# Ideas on some crazy modifications please..



## Rip_Uk

Im going to buy a cheap computer case from ebuyer.co.uk and try out some wierd mods on it.  A couple of ideas i have in mind are a key start like the ignition of a vehicle.  I have found a guide here - http://www.overclockersclub.com/guides/keylock.php
And another idea is a fitting a cage to hold a dvd drive (5.25) the opposite way inside the case so that the tray comes out the side instead of the front.  The way i have my computer sitting it would be easier for me to operate/load the disc.  If anyone has any more crazy ideas please contribute to this thread, id like to hear/see them.

Rip_Uk


----------



## i.Angel

Put like little legs on the side, except make them shocks. (make it like a little robot or something) This would only be helpful at LAN parties... but still it would be cool! Put shocks instead of those gay little plastic pegs that most cases have now-a-days.

Mount as many fans as you can on the side for ultimate airflow 

Build a cage so that the optical drive opens to the side... something like this case:

http://www.thermaltakeusa.com/product/Chassis/midtower/eclipsedv/vc6000bwa.asp


----------



## Rip_Uk

i realy like the way that optical drive mounts. shocks as in springs you mean?


----------



## Rip_Uk

whoa that thermaltake case is £175!


----------



## jbrown456

Put a little toggle switch on the outside and wire it so it switches two hard drives between master and slave. Then you can have two operating systems, and just change the switch to change operating systems (make sure you shut down first tho, lol)


----------



## Rip_Uk

with having sata hard drives would it make a difference..? nice idea any how to guides with that one?


----------



## dragon2309

lmao, have you never heard of dual bott systems, you dont need a fancy switch, lol... you just install both OS's and make sure your boot.ini file is right...

dragon


----------



## jbrown456

Yeah, but it's fun with a toggle switch. I have a friend who did that. No clue how...


----------



## OvenMaster

It's called "Nicklock". A key switch that lets you pick one of two hard drives to boot from.
Tom


----------



## jbrown456

Yes, that sounds right!


----------



## jbrown456

Here is a link: Nicklock.
On tom's hardware: http://www.tomshardware.com/2001/07/27/boot_lock_and_hard_disk_selection_system/index.html


EDIT: It seems the company (http://www.nicklock.com) is no longer operational. You could without problems make the nicklock...


----------



## Rip_Uk

thanks for the link. i have also thought of maybe some sort of lava lamp but i am a little worried about temperatures.


----------



## dragon2309

lavalamps get incredibly hot, shoving one inside a case is not a good idea.


----------



## Rip_Uk

that what i thought but there has got to be a way around it or making something that looks like one.


----------



## jbrown456

you could make an actual "compartment" in the side of the case, and then put a plastic side over it. Then put like a insulating pad on the outside, and then use a fan to also vent this little "compartment".

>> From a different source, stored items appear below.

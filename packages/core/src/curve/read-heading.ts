import { MalformedDataError } from "../ground/errors.js";
import { resolveUnit } from "../ground/unit.js";
import { type DensityUnit, readDensityUnit } from "./density-unit.js";
import type { TableLine } from "./table-lines.js";

/** What a heading says of the columns; undefined where it is silent and cells must say it themselves. */
export interface Columns {
  readonly frequencyPower: number | undefined;
  readonly density: DensityUnit | undefined;
  /** "relative" where the third column holds plain ratios. */
  readonly uncertaintyPower: number | undefined;
}

/** Reads units the way the trade writes them: "frequency [Hz]", "f/kHz", "e_n (nV/√Hz)", or the unit alone. */
export function readHeading(heading: TableLine): Columns {
  const [first = "", second, third] = heading.cells;
  if (second === undefined)
    throw new MalformedDataError(
      `Line ${heading.line}: expected a heading with two columns, for instance "frequency [Hz], density [nV/√Hz]"; got "${first.slice(0, 60)}".`,
      { line: heading.line },
    );
  return {
    frequencyPower: frequencyPower(first, heading.line),
    density: densityOf(second, heading.line),
    uncertaintyPower: third === undefined ? undefined : ratioPower(third),
  };
}

function frequencyPower(cell: string, line: number): number | undefined {
  const text = unitText(cell);
  if (text === undefined) return undefined;
  const found = resolveUnit(text);
  if (found?.unit === "Hz") return found.power;
  if (readDensityUnit(text) !== undefined)
    throw new MalformedDataError(
      `Line ${line}: expected the frequency in the first column; got "${cell.slice(0, 60)}", a density; put the columns in the order frequency, density.`,
      { line },
    );
  throw new MalformedDataError(
    `Line ${line}: expected a frequency in Hz for the first column; got the unit "${text.slice(0, 40)}".`,
    { line },
  );
}

function densityOf(cell: string, line: number): DensityUnit | undefined {
  const text = unitText(cell);
  if (text === undefined) return undefined;
  const found = readDensityUnit(text);
  if (found !== undefined && !("refusal" in found)) return found;
  const why =
    found?.refusal ??
    `got the unit "${text.slice(0, 40)}", which is none of a density; expected for instance nV/√Hz, V²/Hz or dBV/√Hz`;
  throw new MalformedDataError(`Line ${line}: ${why}${why.endsWith("?") ? "" : "."}`, { line });
}

function ratioPower(cell: string): number | undefined {
  const found = resolveUnit(unitText(cell) ?? "");
  return found?.unit === "1" ? found.power : undefined;
}

/** The unit of a heading's cell: in brackets, after the first slash of a name, or the whole cell when it is a unit. */
function unitText(cell: string): string | undefined {
  const open = Math.min(
    ...["[", "("].map((bracket) => cell.indexOf(bracket)).filter((at) => at > 0),
    Number.POSITIVE_INFINITY,
  );
  const close = Math.max(cell.lastIndexOf("]"), cell.lastIndexOf(")"));
  if (Number.isFinite(open) && close > open && !/^[a-zA-Zµμ]*\/(sqrt|rt|√)$/.test(cell.slice(0, open)))
    return cell.slice(open + 1, close).trim();
  if (resolveUnit(cell) !== undefined || readDensityUnit(cell) !== undefined) return cell;
  const slash = cell.indexOf("/");
  return slash > 0 ? cell.slice(slash + 1).trim() : undefined;
}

Crude MS Paint Diagram (love MS Paint  )






Probabally a bad idea. Any comments?


----------



## Rip_Uk

nice idea, i wonder how i could get it in the compartment.


----------



## Machine7587

In my old machine I installed a CIK (crypto Ignition Key) interrupter on the HD.  You had to have the CIK key in order to start the machine.  once on, you can remove it, but if it restarts you would need the key again.  Only worked for IDE, so when i went to SATA had to take it out.  

Another cool mod is using copper security line to draw out a circuite on the plexi.  then use this to power your 12v devices. (fans, lights, etc.)  You could use flat LED's and whatnot to place in-line to give it a cool look.


----------



## Rip_Uk

any pictures? and where does the key go? inside the machine?


----------



## Machine7587

I'll take a pic of the one I have not used and post it.  This one is a 5 1/4 mount plate with the key position in it.  Cable from HD to plate, then plate to MB.  I pulled it apart of course and mounted it a bit differentliy.  But anything can be done with it.  

I'll post the pics it up a bit later...at work.  =P


Also...if you hate the massive lines you need for all the fans you like to run...then you can take a standard breadboard from radio shack and rewire everything with .22 guage wire (preferably white if you use UV) and then streamline the wire runs inside to look cool.  I just ran them all under the MB for speed.  Waiting to get a new case before i mod up a storm again.  This kind of setup is awesome for airflow..


edit---spelling...


----------



## Rip_Uk

pics!!! lol. i know what you mean with the long fan wires, they get in the way of everything.  as for the paint job on the case i was thinking like a tiger stripe but not black and yellow.


----------



## dragon2309

red and black, but not blood red, like a dark red kinda shade


----------



## jbrown456

Rip_Uk said:
			
		

> nice idea, i wonder how i could get it in the compartment.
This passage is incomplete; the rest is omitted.